[Stored items]
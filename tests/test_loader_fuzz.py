"""Fuzzing the loader: seeded mutations of every machine file in the project.

The only outcomes allowed are a MachineError whose message names the file,
or a machine that loads and runs a trivial program on both engine paths
(tests/loader_mutations.py). A small fixed share runs by default; the full
run (5,000 mutations of each file) is marked slow: ``pytest -m slow``.
"""

from __future__ import annotations

import collections

import pytest

from engine_support import MACHINE_FILES
from loader_mutations import MUTATIONS, mutate, outcome

FAST_MUTATIONS = 300
"""Shared among the machine files in the default run."""
SLOW_MUTATIONS_PER_FILE = 5_000


def _fuzz(path, seeds) -> collections.Counter:
    text = path.read_text(encoding="utf-8")
    counts, tracebacks = collections.Counter(), []
    for seed in seeds:
        mutated, what = mutate(text, seed)
        result = outcome(mutated, str(path))
        counts[result.kind] += 1
        if result.kind == "traceback":
            tracebacks.append(f"seed {seed} ({what}):\n{result.detail}")
    assert not tracebacks, f"{len(tracebacks)} mutations of {path.name} gave a traceback; first:\n{tracebacks[0]}"
    # A mutator that only ever broke the file (or never did) would test nothing.
    assert counts["refused"] and counts["runs"], counts
    return counts


@pytest.mark.parametrize("name", MACHINE_FILES)
def test_a_few_mutations_of_each_machine_file_are_refused_with_a_message_or_run(name):
    share = max(20, FAST_MUTATIONS // len(MACHINE_FILES))
    _fuzz(MACHINE_FILES[name], range(share))


@pytest.mark.slow
@pytest.mark.parametrize("name", MACHINE_FILES)
def test_thousands_of_mutations_of_each_machine_file_are_refused_with_a_message_or_run(name):
    _fuzz(MACHINE_FILES[name], range(SLOW_MUTATIONS_PER_FILE))


def test_every_kind_of_mutation_is_drawn_and_each_changes_the_file():
    text = MACHINE_FILES["ref8"].read_text(encoding="utf-8")
    drawn = collections.Counter()
    for seed in range(200):
        mutated, what = mutate(text, seed)
        drawn[what] += 1
        assert mutated != text or what == "swap two lines", (seed, what)   # a line swapped with itself
    assert set(drawn) == set(MUTATIONS)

WORK ITEM:
Review the entries above and return every line where "pytest" appears.

WRITTEN SOLUTION:
run (5,000 mutations of each file) is marked slow: ``pytest -m slow``.
import pytest
@pytest.mark.parametrize("name", MACHINE_FILES)
@pytest.mark.slow
@pytest.mark.parametrize("name", MACHINE_FILES)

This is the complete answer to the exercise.